→ **Work to complete**
Produce a copy of every line in the records that holds the string "TopicCondition".

→ **Extracted data**
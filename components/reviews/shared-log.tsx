import Link from "next/link";
import { Markdown } from "@/components/markdown";
import { CheckpointCard } from "@/components/bench/checkpoint-card";
import { StageProgress } from "@/components/bench/stage-progress";
import { Panel } from "@/components/ui/panel";
import type { LogView } from "@/db/queries/bench";
import type { BringUpStage } from "@/db/schema/listings";
import { STAGE_LABELS } from "@/lib/listings/labels";

/** The builder's log as the reviewer reads it (read-only): the stages in scope first, the rest folded away. */
export function SharedLog({ log, stages }: { log: LogView; stages: readonly string[] }) {
  const inScope = (stage: BringUpStage) => stages.includes(stage);
  const byStage = (wanted: boolean) =>
    (Object.keys(STAGE_LABELS) as BringUpStage[])
      .filter((stage) => inScope(stage) === wanted)
      .map((stage) => ({ stage, checkpoints: log.checkpoints.filter((c) => c.stage === stage) }))
      .filter((group) => group.checkpoints.length > 0);
  const rest = byStage(false);
  return (
    <Panel title={`The log: ${log.title}`}>
      <div className="space-y-5" data-testid="shared-log">
        <p className="text-sm text-graphite-600">
          Kept by {log.owner.name}
          {log.kit ? ` for the kit “${log.kit.title}”` : ""}. Readings are in each checkpoint&apos;s own unit.{" "}
          {log.canEdit ? <Link href={`/bench/logs/${log.id}`}>Open the log to add readings</Link> : "Read-only here."}
        </p>
        {log.notesMd.trim() !== "" ? <Markdown minHeadingLevel={3}>{log.notesMd}</Markdown> : null}
        <StageProgress progress={log.progress} captionHidden />
        {byStage(true).map((group) => (
          <section key={group.stage} className="space-y-3" data-testid="scope-stage" data-stage={group.stage}>
            <h3 className="text-lg font-semibold">
              {STAGE_LABELS[group.stage]} <span className="text-sm font-normal text-graphite-600">· in scope</span>
            </h3>
            {group.checkpoints.map((c) => (
              <CheckpointCard key={c.id} checkpoint={c} />
            ))}
          </section>
        ))}
        {rest.length > 0 ? (
          <details className="rounded border border-graphite-200 px-3 py-2">
            <summary className="cursor-pointer font-medium text-copper-700">Stages not booked for review</summary>
            <div className="space-y-4 pt-3">
              {rest.map((group) => (
                <section key={group.stage} className="space-y-3">
                  <h3 className="font-semibold">{STAGE_LABELS[group.stage]}</h3>
                  {group.checkpoints.map((c) => (
                    <CheckpointCard key={c.id} checkpoint={c} />
                  ))}
                </section>
              ))}
            </div>
          </details>
        ) : null}
      </div>
    </Panel>
  );
}
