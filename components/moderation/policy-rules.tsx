import type { PublishedRevisionRow } from "@/db/queries/moderation";
import { Figure } from "@/components/ui/figure";
import { StateBadge } from "@/components/ui/state-badge";
import { Table, TBody, TD, TH, THead, TRow } from "@/components/ui/table";
import { POLICY_REVISIONS, SAFETY_TOPICS, type PolicyRevision, type TopicCondition } from "@/lib/policy";

const WHEN: Record<TopicCondition, string> = {
  always: "every listing",
  "mains-connected": "mains-connected",
  "stored-charge": "bus above the safe voltage and charge above the threshold",
  "live-heatsinks": "heatsinks at bus potential",
  "welding-source": "welding power source",
};

export function PolicyFigures({ rules }: { rules: PolicyRevision }) {
  return (
    <dl className="grid max-w-2xl grid-cols-[auto_1fr] gap-x-6 gap-y-1" data-testid="policy-figures">
      <dt className="text-sm text-graphite-600">Minimum words per note</dt>
      <dd className="figure font-mono">{rules.minWords}</dd>
      <dt className="text-sm text-graphite-600">Safe voltage</dt>
      <dd>
        <Figure value={rules.safeVoltageV} unit="V" />
      </dd>
      <dt className="text-sm text-graphite-600">Stored-charge threshold</dt>
      <dd>
        <Figure value={rules.storedChargeThresholdC} unit="C" />
      </dd>
      <dt className="text-sm text-graphite-600">Wait margin</dt>
      <dd className="figure font-mono">× {rules.waitMarginFactor} the computed discharge time</dd>
    </dl>
  );
}

/** The revision's topics: when each is required and how many words its note needs. */
export function PolicyTopicsTable({ rules }: { rules: PolicyRevision }) {
  return (
    <Table caption={`Topics in revision ${rules.revision}`}>
      <THead>
        <TRow>
          <TH>Topic</TH>
          <TH>Required for</TH>
          <TH numeric>Minimum words</TH>
        </TRow>
      </THead>
      <TBody>
        {SAFETY_TOPICS.map((topic) => {
          const topicRules = rules.topicRules.filter((r) => r.topic === topic.key);
          const override = topicRules.map((r) => r.minWords).filter((v): v is number => v !== undefined);
          return (
            <TRow key={topic.key}>
              <TD>{topic.label}</TD>
              <TD>{topic.key === "codes-and-competence" ? "every listing" : topicRules.map((r) => WHEN[r.when]).join("; ") || "—"}</TD>
              <TD numeric>
                {override.length ? Math.max(...override) : rules.minWords}
                {override.length ? <StateBadge className="ml-2" label="own minimum" tone="active" /> : null}
              </TD>
            </TRow>
          );
        })}
      </TBody>
    </Table>
  );
}

/** Every revision, the newest first; revision 1 is built into the platform. */
export function PolicyHistoryTable({ published }: { published: PublishedRevisionRow[] }) {
  const builtIn = POLICY_REVISIONS.filter((r) => !published.some((p) => p.revision === r.revision)).map((r) => ({
    revision: r.revision,
    summary: r.summary,
    graceDays: null as number | null,
    publishedAt: new Date(r.publishedAt),
    publishedBy: "built in",
    rules: r,
  }));
  const rows = [...published, ...builtIn].sort((a, b) => b.revision - a.revision);
  return (
    <Table caption="Published revisions, the newest first" captionHidden data-testid="policy-history">
      <THead>
        <TRow>
          <TH numeric>Revision</TH>
          <TH>Published</TH>
          <TH>Summary</TH>
          <TH numeric>Min. words</TH>
          <TH numeric>Wait margin</TH>
          <TH numeric>Grace</TH>
        </TRow>
      </THead>
      <TBody>
        {rows.map((r) => (
          <TRow key={r.revision}>
            <TD numeric>{r.revision}</TD>
            <TD className="whitespace-nowrap">
              <span className="font-mono text-xs">{r.publishedAt.toISOString().slice(0, 10)}</span>
              <div className="text-xs text-graphite-600">{r.publishedBy ?? "—"}</div>
            </TD>
            <TD className="max-w-md text-sm">{r.summary}</TD>
            <TD numeric>{r.rules.minWords}</TD>
            <TD numeric>× {r.rules.waitMarginFactor}</TD>
            <TD numeric>{r.graceDays === null ? "—" : `${r.graceDays} d`}</TD>
          </TRow>
        ))}
      </TBody>
    </Table>
  );
}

→ **Task output**
import { POLICY_REVISIONS, SAFETY_TOPICS, type PolicyRevision, type TopicCondition } from "@/lib/policy";
const WHEN: Record<TopicCondition, string> = {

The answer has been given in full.